Table 5: Future Research Roadmap for Vibration in Orthodontics

Research Area

Priority

Rationale

Standardized HFV Protocols

Test ~100–125 Hz, approximately
3–5 min/day in larger cohorts

Ensure consistency for
reproducibility and translation

Larger Mammal Models

Conduct studies in dogs or rabbits

Closer anatomic similarity to
human PDL and bone turnover

Inflammatory Mediators

Measure IL-1β, TNF-α
longitudinally via ELISA or qPCR

Clarify vibration’s role in
inflammatory signaling

Safety (Root Resorption)

Assess via micro-CT and histology
in long-term studies

Confirm no adverse effects under
repeated HFV exposure

Human RCTs

Test HFV in aligners, fixed braces,
and orthognathic surgery

Validate stage-specific efficacy
and optimize device integration

Device Delivery Optimization

Develop intraoral vibration devices
for aligners/brackets

Enhance patient compliance and
force distribution

Conclusion
Preclinical evidence supports a frequency-dependent effect of HFV (~100–120 Hz, approximately 3–5 min/day) on accelerating OTM in rat models, with no increased root resorption. HFV (~100–120 Hz, 3– 5 min/day) shows potential to accelerate OTM without safety concerns. Preclinical evidence provides mechanistic support, and human data suggest efficacy in canine retraction, though larger RCTs are needed.

References

  1. Kanzaki H, Chiba M, Shimizu Y, Mitani H (2001) Periodontal ligament cells under mechanical stress induce osteoclastogenesis via RANKL expression. J Bone Miner Res. 16(10): 1706-1713.
  2. Krishnan V, Davidovitch Z (2006) Cellular, molecular and tissue- level reactions to orthodontic force: a review. Am J Orthod Dentofacial Orthop. 129(4): 469.e1-32.
  3. Nishimura M, Chiba M, Ohashi T, Sato M, Shimizu Y, et al. (2008) Periodontal tissue activation by vibration: intermittent stimulation by resonance vibration accelerates experimental tooth movement in rats.

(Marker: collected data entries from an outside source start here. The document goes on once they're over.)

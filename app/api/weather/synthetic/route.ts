import { route } from '@/lib/http/route'
import { syntheticYearInput } from '@/lib/schemas/plant'
import { createSyntheticWeather } from '@/lib/services/weather'

/** Keeps a synthetic year of twelve monthly means. */
export const POST = route({
  action: 'weather.upload',
  input: syntheticYearInput,
  status: 201,
  run: (ctx, input) => createSyntheticWeather(ctx, input),
})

Am J Orthod Dentofacial Orthop. 133(4): 572-583.
  4. Judex S, Qin YX, Rubin CT (2018) Differential efficacy of two vibrating orthodontic devices to stimulate cellular activity in osteoblasts and fibroblasts. Bone. 116: 172-180.
  5. Tangtanawat S, Thongudomporn U, Charoemratrote C (2023) Effects of high-frequency vibration on orthodontic tooth movement in rats. J Orthod Res. 11 :1-8.
  6. Hing AK (2025) Adjunctive vibration in fixed orthodontics: a systematic review of acceleration effects on tooth movement. Orthod Pract US.